The microarrays of the present invention include one or more test probes, each of which has a polynucleotide sequence that is complementary to a subsequence of RNA or DNA to be detected. Preferably, the position of each probe on the solid surface is known. Indeed, the microarrays are preferably positionally addressable arrays. Specifically, each probe of the array is preferably located at a known, predetermined position on the solid support such that the identity (i.e., the sequence) of each probe can be determined from its position on the array (i.e., on the support or surface).

According to the invention, the microarray is an array (i.e., a matrix) in which each position represents one of the biomarkers described herein. For example, each position can contain a DNA or DNA analogue based on genomic DNA to which a particular RNA or cDNA transcribed from that genetic marker can specifically hybridize. The DNA or DNA analogue can be, e.g., a synthetic oligomer or a gene fragment. In one embodiment, probes representing each of the markers is present on the array. In a preferred embodiment, the array comprises probes for each of the genes listed in Table 1.

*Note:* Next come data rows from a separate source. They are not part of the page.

// User administration: deactivation, invitations, password change, validation, conflicts.
// Sources: the agreed API contract (status codes and shapes); OWASP Session Management Cheat Sheet
// (ending all sessions of a disabled account; renewing sessions after a password change);
// RFC 9110 sections 15.5.10 (409 Conflict) and 15.5.21 (422 Unprocessable Content).
import { afterAll, beforeAll, describe, expect, it } from 'vitest';
import { eq } from 'drizzle-orm';
import { invitations, sessions, users } from '../../server/db/schema';
import { hashToken } from '../../server/services/invitations';
import { userListResponseSchema, userSchema } from '../../shared/schemas/users';
import { DEMO_USERS, startTestServer, type TestServer } from '../helpers/testServer';
import { ApiClient } from './apiClient';

let srv: TestServer;
let admin: ApiClient;
beforeAll(async () => {
  srv = await startTestServer();
  admin = new ApiClient(srv.url);
  const a = DEMO_USERS.find((u) => u.role === 'admin')!;
  expect((await admin.signIn(a.email, a.password)).status).toBe(200);
});
afterAll(() => srv?.close());

async function createWithPassword(email: string, role = 'analyst', password = 'correct horse battery') {
  const res = await admin.request('POST', '/api/users', { body: { email, name: 'Test Person', role, password } });
  expect(res.status).toBe(201);
  return res.body as { id: number };
}

describe('listing and creating', () => {
  it('lists the demo users with the agreed fields', async () => {
    const res = await admin.get('/api/users');
    expect(res.status).toBe(200);
    const list = userListResponseSchema.parse(res.body);
    for (const u of DEMO_USERS) expect(list.users.find((x) => x.email === u.email)).toMatchObject({ role: u.role, active: true, invited: false });
    expect(JSON.stringify(res.body)).not.toMatch(/password|hash/i);
  });

  it('creates a user with a password who can then sign in', async () => {
    await createWithPassword('direct@hspdo.example', 'reviewer');
    expect((await new ApiClient(srv.url).signIn('direct@hspdo.example', 'correct horse battery')).status).toBe(200);
  });

  it('refuses a second user with the same e-mail (409), whatever its case', async () => {
    const res = await admin.request('POST', '/api/users', { body: { email: 'DIRECT@hspdo.example', name: 'Dup', role: 'analyst' } });
    expect(res.status).toBe(409);
    expect(res.body.error.code).toBe('conflict');
  });

  it('validates bodies and params with 400 and says where', async () => {
    const bad = await admin.request('POST', '/api/users', { body: { email: 'not-an-email', name: '', role: 'captain', password: 'short', admin: true } });
    expect(bad.status).toBe(400);
    expect(bad.body.error.code).toBe('validation');
    const issues: { in: string; path: string }[] = bad.body.error.details.issues;
    for (const field of ['email', 'name', 'role', 'password']) expect(issues.some((i) => i.in === 'body' && i.path === field)).toBe(true);
    expect(issues.some((i) => /admin/.test(JSON.stringify(i)))).toBe(true); // unknown keys are refused

    const badParam = await admin.get('/api/users/abc');
    expect(badParam.status).toBe(400);
    expect(badParam.body.error.details.issues[0]).toMatchObject({ in: 'params', path: 'id' });

    const empty = await admin.request('PATCH', '/api/users/1', { body: {} });
    expect(empty.status).toBe(400);

    expect((await admin.get('/api/users/999999')).status).toBe(404);
  });
});

describe('deactivation', () => {
  it('ends the user\'s sessions at once and blocks sign-in; reactivation allows it again', async () => {
    const { id } = await createWithPassword('leaver@hspdo.example', 'communications');
    const a = new ApiClient(srv.url);
    const b = new ApiClient(srv.url);
    expect((await a.signIn('leaver@hspdo.example', 'correct horse battery')).status).toBe(200);
    expect((await b.signIn('leaver@hspdo.example', 'correct horse battery')).status).toBe(200);
    expect(srv.db.select().from(sessions).where(eq(sessions.userId, id)).all()).toHaveLength(2);

    const res = await admin.request('PATCH', `/api/users/${id}`, { body: { active: false } });
    expect(res.status).toBe(200);
    expect(userSchema.parse(res.body).active).toBe(false);

    expect(srv.db.select().from(sessions).where(eq(sessions.userId, id)).all()).toHaveLength(0);
    expect((await a.get('/api/session')).status).toBe(401);
    expect((await b.request('PUT', '/api/account/password', { body: { currentPassword: 'correct horse battery', newPassword: 'another long password' } })).status).toBe(401);
    expect((await new ApiClient(srv.url).signIn('leaver@hspdo.example', 'correct horse battery')).status).toBe(401);

    expect((await admin.request('PATCH', `/api/users/${id}`, { body: { active: true } })).status).toBe(200);
    expect((await new ApiClient(srv.url).signIn('leaver@hspdo.example', 'correct horse battery')).status).toBe(200);
  });

  it('takes a role change into account on the next request', async () => {
    const { id } = await createWithPassword('mover@hspdo.example', 'analyst');
    const c = new ApiClient(srv.url);
    await c.signIn('mover@hspdo.example', 'correct horse battery');
    expect((await c.get('/api/users')).status).toBe(403);
    expect((await admin.request('PATCH', `/api/users/${id}`, { body: { role: 'admin' } })).status).toBe(200);
    expect((await c.get('/api/users')).status).toBe(200);
    expect((await c.get('/api/session')).body.user.role).toBe('admin');
  });

  it('does not let an admin deactivate or demote themselves (422)', async () => {
    const me = (await admin.get('/api/session')).body.user.id;
    const res = await admin.request('PATCH', `/api/users/${me}`, { body: { active: false } });
    expect(res.status).toBe(422);
    expect((await admin.request('PATCH', `/api/users/${me}`, { body: { role: 'analyst' } })).status).toBe(422);
  });
});

describe('invitation round trip', () => {
  it('e-mails a one-time link; the invitee chooses a password and signs in', async () => {
    srv.mail.clear();
    const created = await admin.request('POST', '/api/users', { body: { email: 'Invitee@HSPDO.example', name: 'Wren Calloway', role: 'liaison' } });
    expect(created.status).toBe(201);
    expect(created.body).toMatchObject({ email: 'invitee@hspdo.example', invited: true });

    const mail = await srv.mail.waitFor('invitee@hspdo.example');
    expect(mail.subject).toContain('Halden Sound Planetary Defence Office');
    const link = mail.text.match(/https?:\/\/\S+\/invite\/([A-Za-z0-9_-]+)/);
    expect(link).not.toBeNull();
    expect(mail.text).toContain('Wren Calloway');
    expect(mail.html).toContain(`/invite/${link![1]}`);
    expect(link![0].startsWith(srv.url)).toBe(true);
    const token = link![1];

    // Only a hash of the token is stored; the link is valid 7 days.
    const row = srv.db.select().from(invitations).where(eq(invitations.tokenHash, hashToken(token))).get()!;
    expect(row).toBeDefined();
    expect(row.expiresAt.getTime() - row.createdAt.getTime()).toBe(7 * 24 * 3_600_000);

    // Before accepting, the user cannot sign in (there is no password yet).
    expect((await new ApiClient(srv.url).signIn('invitee@hspdo.example', '')).status).toBe(400);

    const visitor = new ApiClient(srv.url);
    const lookup = await visitor.get(`/api/invitations/${token}`);
    expect(lookup.status).toBe(200);
    expect(lookup.body).toEqual({ email: 'invitee@hspdo.example', name: 'Wren Calloway' });

    expect((await visitor.request('POST', `/api/invitations/${token}`, { body: { password: 'short' } })).status).toBe(400);
    expect((await visitor.request('POST', `/api/invitations/${token}`, { body: { password: 'a fine long passphrase' }, csrf: false })).status).toBe(403);
    expect((await visitor.request('POST', `/api/invitations/${token}`, { body: { password: 'a fine long passphrase' } })).status).toBe(200);

    // One-time: the link is dead now.
    expect((await visitor.get(`/api/invitations/${token}`)).status).toBe(404);
    expect((await visitor.request('POST', `/api/invitations/${token}`, { body: { password: 'another fine passphrase' } })).status).toBe(404);

    const signIn = await new ApiClient(srv.url).signIn('invitee@hspdo.example', 'a fine long passphrase');
    expect(signIn.status).toBe(200);
    expect(signIn.body.user.role).toBe('liaison');
  });

  it('refuses expired and unknown tokens with 404, and a fresh invitation replaces the old one', async () => {
    srv.mail.clear();
    const created = await admin.request('POST', '/api/users', { body: { email: 'late@hspdo.example', name: 'Osk Tamsin', role: 'analyst' } });
    const first = (await srv.mail.waitFor('late@hspdo.example')).text.match(/\/invite\/([A-Za-z0-9_-]+)/)![1];
    expect((await admin.request('POST', `/api/users/${created.body.id}/invitation`)).status).toBe(204);
    const all = (await srv.mail.messages()).filter((m) => m.to.includes('late@hspdo.example'));
    expect(all).toHaveLength(2);
    const second = all[1].text.match(/\/invite\/([A-Za-z0-9_-]+)/)![1];
    expect(second).not.toBe(first);
    const visitor = new ApiClient(srv.url);
    expect((await visitor.get(`/api/invitations/${first}`)).status).toBe(404);
    expect((await visitor.get(`/api/invitations/${second}`)).status).toBe(200);

    // Expire it in the database (expiry one day in the past).
    srv.db.update(invitations).set({ expiresAt: new Date(Date.now() - 86_400_000) }).where(eq(invitations.tokenHash, hashToken(second))).run();
    expect((await visitor.get(`/api/invitations/${second}`)).status).toBe(404);
    expect((await visitor.get(`/api/invitations/${'Z'.repeat(43)}`)).status).toBe(404);
  });

  it('will not re-invite a user who already has a password (409)', async () => {
    const analystId = srv.db.select().from(users).where(eq(users.email, 'analyst@hspdo.example')).get()!.id;
    expect((await admin.request('POST', `/api/users/${analystId}/invitation`)).status).toBe(409);
  });
});

describe('change password', () => {
  it('needs the current password (422), a long new one (400), then works and ends other sessions', async () => {
    await createWithPassword('changer@hspdo.example', 'reviewer', 'first long password');
    const c = new ApiClient(srv.url);
    const other = new ApiClient(srv.url);
    await c.signIn('changer@hspdo.example', 'first long password');
    await other.signIn('changer@hspdo.example', 'first long password');

    const wrong = await c.request('PUT', '/api/account/password', { body: { currentPassword: 'not it', newPassword: 'second long password' } });
    expect(wrong.status).toBe(422);
    expect(wrong.body.error.code).toBe('unprocessable');

    const short = await c.request('PUT', '/api/account/password', { body: { currentPassword: 'first long password', newPassword: 'elevenchars' } });
    expect(short.status).toBe(400); // 11 characters; the minimum is 12
    expect(short.body.error.details.issues[0].path).toBe('newPassword');

    const ok = await c.request('PUT', '/api/account/password', { body: { currentPassword: 'first long password', newPassword: 'second long password' } });
    expect(ok.status).toBe(204);
    expect((await c.get('/api/session')).status).toBe(200); // this session stays
    expect((await other.get('/api/session')).status).toBe(401); // the other one ends

    expect((await new ApiClient(srv.url).signIn('changer@hspdo.example', 'first long password')).status).toBe(401);
    expect((await new ApiClient(srv.url).signIn('changer@hspdo.example', 'second long password')).status).toBe(200);
  });
});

As noted above, the probe to which a particular polynucleotide molecule specifically hybridizes according to the invention contains a complementary genomic polynucleotide sequence. The probes of the microarray preferably consist of nucleotide sequences of no more than 1,000 nucleotides. In some embodiments, the probes of the array consist of nucleotide sequences of 10 to 1,000 nucleotides. In a preferred embodiment, the nucleotide sequences of the probes are in the range of 10-200 nucleotides in length and are genomic sequences of a species of organism, such that a plurality of different probes is present, with sequences complementary and thus capable of hybridizing to the genome of such a species of organism, sequentially tiled across all or a portion of such genome. In other specific embodiments, the probes are in the range of 10-30 nucleotides in length, in the range of 10-40 nucleotides in length, in the range of 20-50 nucleotides in length, in the range of 40-80 nucleotides in length, in the range of 50-150 nucleotides in length, in the range of 80-120 nucleotides in length, and most preferably are 60 nucleotides in length.

The probes may comprise DNA or DNA “mimics” (e.g., derivatives and analogues) corresponding to a portion of an organism's genome. In another embodiment, the probes of the microarray are complementary RNA or RNA mimics. DNA mimics are polymers composed of subunits capable of specific, Watson-Crick-like hybridization with DNA, or of specific hybridization with RNA. The nucleic acids can be modified at the base moiety, at the sugar moiety, or at the phosphate backbone. Exemplary DNA mimics include, e.g., phosphorothioates.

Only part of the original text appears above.